ACLU victorious as federal court declares Patriot Act provision a violation of the First Amendment
A federal appeals court ruling late Monday is the cause célèbre of the American Civil Liberties Union, as another provision of the Bush administration’s Patriot Act falls to the judicial system.
Until the ruling, recipients of so-called “national security letters” were legally forbidden from speaking out. The letters, usually a demand for documents, or a notice that private records had been searched by government authorities, were criticized as a cover-all for FBI abuses.
“The appeals court invalidated parts of the statute that wrongly placed the burden on NSL recipients to initiate judicial review of gag orders, holding that the government has the burden to go to court and justify silencing NSL recipients,” said the ACLU in a release. “The appeals court also invalidated parts of the statute that narrowly limited judicial review of the gag orders – provisions that required the courts to treat the government’s claims about the need for secrecy as conclusive and required the courts to defer entirely to the executive branch.”
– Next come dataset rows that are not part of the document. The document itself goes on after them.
import { Op } from 'sequelize'
import type { OutboxMessage, OutboxMessageSummary, OutboxQuery } from '../../../shared/schemas/outbox.js'
import type { ServiceContext } from '../../context.js'
import { notFound } from '../../http/errors.js'
import { outboxMessageToApi, outboxSummaryToApi } from './outbox.mapper.js'

const SUMMARY = ['id', 'recipients', 'subject', 'createdAt', 'state', 'attempts', 'lastError', 'sentAt'] as const

/** The venue's outgoing mail, newest first; `before` (a message's id) continues after that message. */
export async function listOutbox(ctx: ServiceContext, query: OutboxQuery): Promise<OutboxMessageSummary[]> {
  const { db, transaction, actor } = ctx
  const where: Record<string | symbol, unknown> = { venueId: actor.venueId }
  if (query.before) {
    const after = await db.models.Outbox.findOne({
      where: { id: query.before, venueId: actor.venueId },
      attributes: ['id', 'createdAt'],
      transaction,
    })
    if (!after) throw notFound('That message')
    where[Op.or] = [
      { createdAt: { [Op.lt]: after.createdAt } },
      { createdAt: after.createdAt, id: { [Op.lt]: after.id } },
    ]
  }
  const rows = await db.models.Outbox.findAll({
    where,
    attributes: [...SUMMARY],
    order: [
      ['createdAt', 'DESC'],
      ['id', 'DESC'],
    ],
    limit: query.limit,
    transaction,
  })
  return rows.map(outboxSummaryToApi)
}

/** One message with its text; another venue's is a 404 like one that does not exist. */
export async function getOutboxMessage(ctx: ServiceContext, id: string): Promise<OutboxMessage> {
  const row = await ctx.db.models.Outbox.findOne({
    where: { id, venueId: ctx.actor.venueId },
    transaction: ctx.transaction,
  })
  if (!row) throw notFound('That message')
  return outboxMessageToApi(row)
}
Because of the ruling, the government will now be forced to justify individual gag orders before a court, instead of casually wielding the power of a blanket gag as the Bush administration has done since the blindingly fast passage of the Patriot Act in Oct. 2001.
In Sept. 2007, a federal judge ruled unconstitutional provisions within the Patriot Act which allowed the government to obtain search warrants without probable cause.
The ACLU’s complete press release follows.
FOR IMMEDIATE RELEASE
December 15, 2008
NEW YORK – A federal appeals court today upheld, in part, a decision striking down provisions of the Patriot Act that prevent national security letter (NSL) recipients from speaking out about the secret records demands. The decision comes in an American Civil Liberties Union and New York Civil Liberties Union lawsuit challenging the FBI’s authority to use NSLs to demand sensitive and private customer records from Internet Service Providers and then forbid them from discussing the requests. Siding with the ACLU, the U.S. Court of Appeals for the Second Circuit found that the statute’s gag provisions violate the First Amendment.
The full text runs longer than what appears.